*Task brief*. Scan the listing beneath this sentence. Report each line with the word "cells".

==================================================

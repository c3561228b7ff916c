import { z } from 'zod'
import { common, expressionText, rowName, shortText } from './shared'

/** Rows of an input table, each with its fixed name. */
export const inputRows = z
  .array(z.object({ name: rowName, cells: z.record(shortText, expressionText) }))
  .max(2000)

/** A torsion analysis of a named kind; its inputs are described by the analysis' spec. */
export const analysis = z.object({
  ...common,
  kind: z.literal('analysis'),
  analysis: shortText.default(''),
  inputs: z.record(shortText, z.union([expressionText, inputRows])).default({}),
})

==================================================

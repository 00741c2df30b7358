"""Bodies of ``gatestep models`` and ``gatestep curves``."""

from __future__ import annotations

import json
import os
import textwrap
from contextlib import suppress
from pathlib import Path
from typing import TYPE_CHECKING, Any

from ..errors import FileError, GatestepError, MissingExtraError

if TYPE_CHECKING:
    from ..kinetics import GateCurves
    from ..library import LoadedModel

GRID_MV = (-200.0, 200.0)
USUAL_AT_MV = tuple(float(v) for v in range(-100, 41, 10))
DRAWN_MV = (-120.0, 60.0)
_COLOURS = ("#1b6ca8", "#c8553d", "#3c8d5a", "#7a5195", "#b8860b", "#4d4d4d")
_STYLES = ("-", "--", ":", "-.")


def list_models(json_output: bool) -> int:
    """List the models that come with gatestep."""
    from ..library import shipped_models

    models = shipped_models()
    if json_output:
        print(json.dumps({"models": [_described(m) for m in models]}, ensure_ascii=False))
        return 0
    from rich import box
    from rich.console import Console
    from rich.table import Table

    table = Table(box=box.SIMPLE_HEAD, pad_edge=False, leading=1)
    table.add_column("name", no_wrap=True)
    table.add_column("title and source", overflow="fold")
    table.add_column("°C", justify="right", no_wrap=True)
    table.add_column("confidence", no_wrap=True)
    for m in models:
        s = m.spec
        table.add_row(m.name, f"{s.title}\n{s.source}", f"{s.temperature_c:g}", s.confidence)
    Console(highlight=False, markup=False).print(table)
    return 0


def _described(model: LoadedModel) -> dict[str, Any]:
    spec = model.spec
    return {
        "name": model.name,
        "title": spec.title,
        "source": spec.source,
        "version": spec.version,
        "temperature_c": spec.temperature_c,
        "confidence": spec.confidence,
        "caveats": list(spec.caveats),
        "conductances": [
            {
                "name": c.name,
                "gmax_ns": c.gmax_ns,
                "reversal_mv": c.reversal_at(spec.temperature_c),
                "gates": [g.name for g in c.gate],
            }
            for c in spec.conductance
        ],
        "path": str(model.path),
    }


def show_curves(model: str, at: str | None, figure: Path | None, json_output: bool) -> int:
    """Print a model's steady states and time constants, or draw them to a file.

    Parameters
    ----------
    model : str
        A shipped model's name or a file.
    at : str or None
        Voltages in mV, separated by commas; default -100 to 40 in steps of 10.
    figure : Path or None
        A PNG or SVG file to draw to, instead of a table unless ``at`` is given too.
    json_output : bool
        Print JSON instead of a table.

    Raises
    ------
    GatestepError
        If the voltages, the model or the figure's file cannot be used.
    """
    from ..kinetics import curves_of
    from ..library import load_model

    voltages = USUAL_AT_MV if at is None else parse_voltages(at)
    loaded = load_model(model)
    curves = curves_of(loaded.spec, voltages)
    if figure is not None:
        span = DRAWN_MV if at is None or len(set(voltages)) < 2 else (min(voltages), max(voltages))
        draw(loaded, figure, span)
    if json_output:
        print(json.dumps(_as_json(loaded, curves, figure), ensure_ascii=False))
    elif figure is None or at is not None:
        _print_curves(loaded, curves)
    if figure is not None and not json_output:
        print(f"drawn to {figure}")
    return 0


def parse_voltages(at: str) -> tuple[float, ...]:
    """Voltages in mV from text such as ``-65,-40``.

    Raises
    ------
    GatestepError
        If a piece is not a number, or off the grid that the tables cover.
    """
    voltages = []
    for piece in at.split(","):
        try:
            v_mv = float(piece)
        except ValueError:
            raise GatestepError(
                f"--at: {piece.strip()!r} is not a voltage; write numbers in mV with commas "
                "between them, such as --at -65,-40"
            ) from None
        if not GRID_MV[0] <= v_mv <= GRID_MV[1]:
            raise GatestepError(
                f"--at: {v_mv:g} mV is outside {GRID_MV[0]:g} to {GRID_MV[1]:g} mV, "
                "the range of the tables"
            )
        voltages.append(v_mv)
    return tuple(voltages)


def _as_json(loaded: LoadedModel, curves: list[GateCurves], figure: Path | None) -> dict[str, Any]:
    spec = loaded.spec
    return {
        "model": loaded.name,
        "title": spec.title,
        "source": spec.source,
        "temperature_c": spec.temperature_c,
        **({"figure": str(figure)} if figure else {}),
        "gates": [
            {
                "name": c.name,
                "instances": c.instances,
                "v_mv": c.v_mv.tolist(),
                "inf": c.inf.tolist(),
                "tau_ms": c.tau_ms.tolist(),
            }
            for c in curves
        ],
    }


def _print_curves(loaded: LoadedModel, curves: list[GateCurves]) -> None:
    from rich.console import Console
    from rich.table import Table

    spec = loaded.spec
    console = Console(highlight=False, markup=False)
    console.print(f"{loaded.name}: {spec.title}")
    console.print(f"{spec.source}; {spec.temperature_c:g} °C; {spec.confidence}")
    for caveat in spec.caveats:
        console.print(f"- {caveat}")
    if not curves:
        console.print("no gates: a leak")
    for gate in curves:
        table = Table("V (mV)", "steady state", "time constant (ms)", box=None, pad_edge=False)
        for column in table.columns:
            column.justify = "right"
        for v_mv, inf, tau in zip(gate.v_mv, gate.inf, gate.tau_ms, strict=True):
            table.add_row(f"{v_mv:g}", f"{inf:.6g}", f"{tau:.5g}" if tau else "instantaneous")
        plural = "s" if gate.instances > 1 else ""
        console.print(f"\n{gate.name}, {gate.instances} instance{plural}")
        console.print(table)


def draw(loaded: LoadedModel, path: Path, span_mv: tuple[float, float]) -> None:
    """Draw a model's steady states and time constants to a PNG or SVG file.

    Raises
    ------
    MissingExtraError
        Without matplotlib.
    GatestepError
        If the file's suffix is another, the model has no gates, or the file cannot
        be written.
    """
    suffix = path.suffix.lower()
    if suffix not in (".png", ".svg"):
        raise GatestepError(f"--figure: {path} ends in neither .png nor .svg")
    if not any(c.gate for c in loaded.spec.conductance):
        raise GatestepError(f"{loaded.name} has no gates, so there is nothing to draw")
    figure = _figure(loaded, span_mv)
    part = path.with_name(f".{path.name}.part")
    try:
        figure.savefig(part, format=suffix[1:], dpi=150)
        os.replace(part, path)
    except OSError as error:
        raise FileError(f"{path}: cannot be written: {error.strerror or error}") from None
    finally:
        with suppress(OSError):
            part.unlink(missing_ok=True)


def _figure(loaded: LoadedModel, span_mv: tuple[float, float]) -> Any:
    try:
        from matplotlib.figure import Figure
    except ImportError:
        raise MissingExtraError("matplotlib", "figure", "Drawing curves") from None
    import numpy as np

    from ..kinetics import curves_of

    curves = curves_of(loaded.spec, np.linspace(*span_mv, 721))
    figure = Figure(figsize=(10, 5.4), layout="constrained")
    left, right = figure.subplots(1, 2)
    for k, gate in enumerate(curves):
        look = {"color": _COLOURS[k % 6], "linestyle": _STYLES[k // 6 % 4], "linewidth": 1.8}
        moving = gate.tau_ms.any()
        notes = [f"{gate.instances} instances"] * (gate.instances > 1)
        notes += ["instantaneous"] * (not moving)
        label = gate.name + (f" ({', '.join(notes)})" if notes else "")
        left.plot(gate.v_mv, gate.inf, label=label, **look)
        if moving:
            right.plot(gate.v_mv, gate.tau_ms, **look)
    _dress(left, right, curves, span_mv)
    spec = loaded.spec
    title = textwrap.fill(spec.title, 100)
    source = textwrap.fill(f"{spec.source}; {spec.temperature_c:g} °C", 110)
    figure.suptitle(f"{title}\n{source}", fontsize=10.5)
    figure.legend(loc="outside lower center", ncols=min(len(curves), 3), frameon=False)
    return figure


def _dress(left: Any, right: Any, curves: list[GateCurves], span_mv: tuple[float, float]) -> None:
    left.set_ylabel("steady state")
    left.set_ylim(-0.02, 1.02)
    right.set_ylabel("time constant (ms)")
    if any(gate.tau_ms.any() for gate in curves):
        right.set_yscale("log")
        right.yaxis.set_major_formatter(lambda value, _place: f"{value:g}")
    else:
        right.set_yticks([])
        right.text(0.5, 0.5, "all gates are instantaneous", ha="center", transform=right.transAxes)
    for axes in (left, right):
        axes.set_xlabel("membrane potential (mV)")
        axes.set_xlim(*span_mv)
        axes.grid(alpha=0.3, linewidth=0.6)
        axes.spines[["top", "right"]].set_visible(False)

==================================================

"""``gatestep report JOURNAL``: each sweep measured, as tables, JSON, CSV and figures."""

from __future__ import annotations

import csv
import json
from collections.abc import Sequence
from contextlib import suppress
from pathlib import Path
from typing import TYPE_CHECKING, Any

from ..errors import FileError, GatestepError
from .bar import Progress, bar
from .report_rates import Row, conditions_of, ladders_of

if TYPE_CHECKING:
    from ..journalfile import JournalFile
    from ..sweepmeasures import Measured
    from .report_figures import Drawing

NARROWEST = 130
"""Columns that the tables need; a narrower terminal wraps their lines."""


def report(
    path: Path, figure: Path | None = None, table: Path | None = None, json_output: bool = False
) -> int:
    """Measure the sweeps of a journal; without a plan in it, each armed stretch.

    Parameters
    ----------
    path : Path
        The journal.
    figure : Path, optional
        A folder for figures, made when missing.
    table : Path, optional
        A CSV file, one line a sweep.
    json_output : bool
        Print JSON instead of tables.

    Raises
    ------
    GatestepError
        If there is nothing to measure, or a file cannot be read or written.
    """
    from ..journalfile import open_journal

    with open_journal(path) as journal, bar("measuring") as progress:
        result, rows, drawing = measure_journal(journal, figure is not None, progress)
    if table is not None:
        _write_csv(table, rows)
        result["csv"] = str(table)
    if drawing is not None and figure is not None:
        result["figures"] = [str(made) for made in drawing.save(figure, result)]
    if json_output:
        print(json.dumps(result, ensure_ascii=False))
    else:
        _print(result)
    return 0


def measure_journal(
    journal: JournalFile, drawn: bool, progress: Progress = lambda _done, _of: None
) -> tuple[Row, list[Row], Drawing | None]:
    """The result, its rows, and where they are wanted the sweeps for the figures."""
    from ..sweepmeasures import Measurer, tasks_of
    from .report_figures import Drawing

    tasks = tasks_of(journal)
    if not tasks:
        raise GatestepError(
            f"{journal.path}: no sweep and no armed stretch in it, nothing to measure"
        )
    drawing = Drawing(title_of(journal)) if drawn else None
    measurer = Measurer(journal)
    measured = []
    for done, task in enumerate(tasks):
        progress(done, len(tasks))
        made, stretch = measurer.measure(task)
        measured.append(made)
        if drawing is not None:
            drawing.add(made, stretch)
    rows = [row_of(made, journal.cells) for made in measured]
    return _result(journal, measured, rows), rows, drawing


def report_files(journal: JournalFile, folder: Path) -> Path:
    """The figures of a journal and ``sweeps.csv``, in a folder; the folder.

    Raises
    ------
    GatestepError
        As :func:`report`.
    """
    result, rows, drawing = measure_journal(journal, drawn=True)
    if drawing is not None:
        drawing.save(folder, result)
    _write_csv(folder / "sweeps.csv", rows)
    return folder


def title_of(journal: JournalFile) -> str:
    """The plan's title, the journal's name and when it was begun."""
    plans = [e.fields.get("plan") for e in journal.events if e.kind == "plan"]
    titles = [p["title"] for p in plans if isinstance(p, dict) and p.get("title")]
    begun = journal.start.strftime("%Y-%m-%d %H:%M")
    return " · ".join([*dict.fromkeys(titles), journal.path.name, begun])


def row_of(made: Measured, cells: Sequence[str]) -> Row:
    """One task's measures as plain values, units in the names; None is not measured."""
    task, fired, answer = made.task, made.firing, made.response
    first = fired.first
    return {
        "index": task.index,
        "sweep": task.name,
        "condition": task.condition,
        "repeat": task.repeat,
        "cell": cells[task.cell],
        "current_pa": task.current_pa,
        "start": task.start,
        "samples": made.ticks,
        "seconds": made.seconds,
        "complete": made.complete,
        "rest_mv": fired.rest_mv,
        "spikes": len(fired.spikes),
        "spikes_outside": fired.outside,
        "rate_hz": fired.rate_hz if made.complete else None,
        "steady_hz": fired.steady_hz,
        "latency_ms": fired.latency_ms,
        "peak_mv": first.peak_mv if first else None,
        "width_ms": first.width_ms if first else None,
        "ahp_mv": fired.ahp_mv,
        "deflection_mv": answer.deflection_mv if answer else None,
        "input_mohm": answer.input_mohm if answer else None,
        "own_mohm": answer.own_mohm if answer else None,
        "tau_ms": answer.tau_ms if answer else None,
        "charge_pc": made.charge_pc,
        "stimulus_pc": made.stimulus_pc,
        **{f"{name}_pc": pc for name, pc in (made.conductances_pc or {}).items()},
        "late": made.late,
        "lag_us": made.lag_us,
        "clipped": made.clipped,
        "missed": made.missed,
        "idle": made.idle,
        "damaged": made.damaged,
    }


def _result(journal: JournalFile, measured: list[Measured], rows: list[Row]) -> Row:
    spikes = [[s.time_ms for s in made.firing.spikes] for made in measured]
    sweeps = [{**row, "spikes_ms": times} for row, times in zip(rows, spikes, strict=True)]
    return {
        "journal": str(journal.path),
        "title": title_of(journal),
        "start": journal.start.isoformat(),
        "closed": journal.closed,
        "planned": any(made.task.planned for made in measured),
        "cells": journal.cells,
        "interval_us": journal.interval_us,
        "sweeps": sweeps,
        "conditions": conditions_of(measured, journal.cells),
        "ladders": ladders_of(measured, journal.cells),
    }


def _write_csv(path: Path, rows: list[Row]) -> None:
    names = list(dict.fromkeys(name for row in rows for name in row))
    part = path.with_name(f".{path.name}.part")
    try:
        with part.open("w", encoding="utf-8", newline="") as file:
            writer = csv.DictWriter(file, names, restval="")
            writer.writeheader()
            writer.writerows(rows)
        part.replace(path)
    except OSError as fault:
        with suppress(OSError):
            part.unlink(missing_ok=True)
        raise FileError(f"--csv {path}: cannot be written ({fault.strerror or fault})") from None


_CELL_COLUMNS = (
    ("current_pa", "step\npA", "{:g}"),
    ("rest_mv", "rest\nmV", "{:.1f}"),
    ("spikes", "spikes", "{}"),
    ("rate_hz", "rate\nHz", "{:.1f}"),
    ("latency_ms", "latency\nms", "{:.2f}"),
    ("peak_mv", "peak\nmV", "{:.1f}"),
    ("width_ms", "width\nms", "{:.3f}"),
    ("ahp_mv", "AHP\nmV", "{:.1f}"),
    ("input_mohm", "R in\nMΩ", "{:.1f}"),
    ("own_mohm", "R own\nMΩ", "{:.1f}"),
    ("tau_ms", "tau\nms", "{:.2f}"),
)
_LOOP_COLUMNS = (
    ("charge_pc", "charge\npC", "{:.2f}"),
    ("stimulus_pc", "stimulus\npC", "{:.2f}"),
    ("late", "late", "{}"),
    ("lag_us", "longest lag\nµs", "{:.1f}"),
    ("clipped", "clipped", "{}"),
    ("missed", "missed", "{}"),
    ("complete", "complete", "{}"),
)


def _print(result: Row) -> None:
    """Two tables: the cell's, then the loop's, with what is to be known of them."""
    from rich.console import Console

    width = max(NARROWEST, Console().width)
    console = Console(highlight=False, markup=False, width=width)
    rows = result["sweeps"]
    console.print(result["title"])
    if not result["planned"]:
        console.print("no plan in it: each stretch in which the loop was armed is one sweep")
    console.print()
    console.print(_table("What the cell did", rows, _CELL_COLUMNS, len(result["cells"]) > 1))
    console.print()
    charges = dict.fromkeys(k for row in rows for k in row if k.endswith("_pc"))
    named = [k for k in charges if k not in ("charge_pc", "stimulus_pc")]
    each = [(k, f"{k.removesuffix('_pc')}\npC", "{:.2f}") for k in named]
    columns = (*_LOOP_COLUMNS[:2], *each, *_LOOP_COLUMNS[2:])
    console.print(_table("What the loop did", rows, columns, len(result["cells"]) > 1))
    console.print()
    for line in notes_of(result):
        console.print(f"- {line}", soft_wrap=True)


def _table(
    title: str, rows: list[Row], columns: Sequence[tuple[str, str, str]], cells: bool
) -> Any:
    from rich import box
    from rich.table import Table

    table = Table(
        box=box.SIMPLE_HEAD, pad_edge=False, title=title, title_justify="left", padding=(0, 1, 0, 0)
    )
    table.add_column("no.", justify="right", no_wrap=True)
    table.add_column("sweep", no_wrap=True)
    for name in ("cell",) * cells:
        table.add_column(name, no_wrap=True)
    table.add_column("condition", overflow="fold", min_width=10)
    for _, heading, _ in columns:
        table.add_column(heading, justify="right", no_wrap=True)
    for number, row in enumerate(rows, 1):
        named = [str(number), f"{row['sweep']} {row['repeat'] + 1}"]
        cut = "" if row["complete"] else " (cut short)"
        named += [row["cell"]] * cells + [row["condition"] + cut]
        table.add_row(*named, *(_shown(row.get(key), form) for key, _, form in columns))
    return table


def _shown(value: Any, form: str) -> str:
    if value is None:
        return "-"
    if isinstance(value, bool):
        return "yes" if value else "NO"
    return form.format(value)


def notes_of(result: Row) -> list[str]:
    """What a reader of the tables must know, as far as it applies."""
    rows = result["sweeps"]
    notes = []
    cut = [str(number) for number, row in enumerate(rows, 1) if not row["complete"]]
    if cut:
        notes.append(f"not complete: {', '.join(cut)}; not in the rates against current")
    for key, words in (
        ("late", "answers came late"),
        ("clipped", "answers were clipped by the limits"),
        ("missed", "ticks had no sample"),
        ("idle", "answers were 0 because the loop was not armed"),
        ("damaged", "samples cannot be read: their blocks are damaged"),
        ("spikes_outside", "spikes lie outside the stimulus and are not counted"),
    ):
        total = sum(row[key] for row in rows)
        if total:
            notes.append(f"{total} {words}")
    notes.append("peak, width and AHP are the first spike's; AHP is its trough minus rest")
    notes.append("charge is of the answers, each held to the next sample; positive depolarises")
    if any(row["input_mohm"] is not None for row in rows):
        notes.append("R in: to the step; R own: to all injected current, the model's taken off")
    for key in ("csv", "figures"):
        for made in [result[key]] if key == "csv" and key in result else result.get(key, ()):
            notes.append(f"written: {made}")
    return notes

==================================================

*Reply*.
  .array(z.object({ name: rowName, cells: z.record(shortText, expressionText) }))
    rows = [row_of(made, journal.cells) for made in measured]
def row_of(made: Measured, cells: Sequence[str]) -> Row:
        "cell": cells[task.cell],
        "cells": journal.cells,
        "conditions": conditions_of(measured, journal.cells),
        "ladders": ladders_of(measured, journal.cells),
    console.print(_table("What the cell did", rows, _CELL_COLUMNS, len(result["cells"]) > 1))
    console.print(_table("What the loop did", rows, columns, len(result["cells"]) > 1))
    title: str, rows: list[Row], columns: Sequence[tuple[str, str, str]], cells: bool
    for name in ("cell",) * cells:
        named += [row["cell"]] * cells + [row["condition"] + cut]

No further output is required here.